(Collected data)
:::

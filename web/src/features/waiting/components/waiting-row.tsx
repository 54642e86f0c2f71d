import { Link } from 'react-router-dom';
import type { WaitingItem } from '#shared/api/waiting';
import type { WaitingKind } from '#shared/workflow/waiting';
import { rowLink } from '../../../components/ui/dense-table';
import { paths } from '../../../config/paths';
import { formatDateTime } from '../../../lib/dates';
import { formatAge } from '../../../lib/format-when';

const soft = 'text-ink-soft dark:text-night-ink-soft';

/** Who put the item there, in words after their name. */
const BY_WORDS: Record<WaitingKind, string> = {
  decide: 'Asked for by',
  rework: 'Sent back by',
  review: 'Decided by',
  rank: 'Written by',
};

/** One waiting item: how long it has waited, what it is (a link to it) and in which project, and who put it there. */
export function WaitingRow({ item }: { item: WaitingItem }) {
  const target = item.proposalId === null ? paths.spec.href(item.spec.id) : paths.proposal.href(item.proposalId);
  const name = item.proposalId === null ? item.spec.title : `#${item.proposalId} ${item.spec.title}`;
  return (
    <li className="relative grid gap-x-4 gap-y-0.5 border-b border-rule/70 px-1 py-2 last:border-b-0 hover:bg-paper sm:grid-cols-[9.5rem_minmax(0,1fr)_minmax(0,15rem)] sm:items-baseline dark:border-night-rule/70 dark:hover:bg-night">
      <p className={`order-3 text-xs tabular-nums sm:order-none ${soft}`}>
        waiting{' '}
        <time dateTime={item.since} title={`Since ${formatDateTime(item.since)}`} className="text-ink sm:text-sm dark:text-night-ink">
          {formatAge(item.since)}
        </time>
      </p>
      <div className="min-w-0">
        <Link to={target} className={`${rowLink} break-words`}>
          {name}
          <span className={`ml-1.5 text-xs font-normal tabular-nums ${soft}`}>v{item.spec.version}</span>
        </Link>
        <p className={`truncate text-xs ${soft}`}>{item.project.name}</p>
      </div>
      <p className={`text-xs ${soft}`}>
        {item.by ? `${BY_WORDS[item.kind]} ${item.by.displayName}` : null}
        {item.yours && <span className="ml-1.5 inline-block rounded-sm border border-rule px-1 whitespace-nowrap text-ink sm:mt-0.5 sm:ml-0 sm:block sm:w-fit dark:border-night-rule dark:text-night-ink">your decision</span>}
      </p>
    </li>
  );
}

:::

The answer must consist of every line from the records above that holds "import".

Exercise result:
import { Link } from 'react-router-dom';
import type { WaitingItem } from '#shared/api/waiting';
import type { WaitingKind } from '#shared/workflow/waiting';
import { rowLink } from '../../../components/ui/dense-table';
import { paths } from '../../../config/paths';
import { formatDateTime } from '../../../lib/dates';
import { formatAge } from '../../../lib/format-when';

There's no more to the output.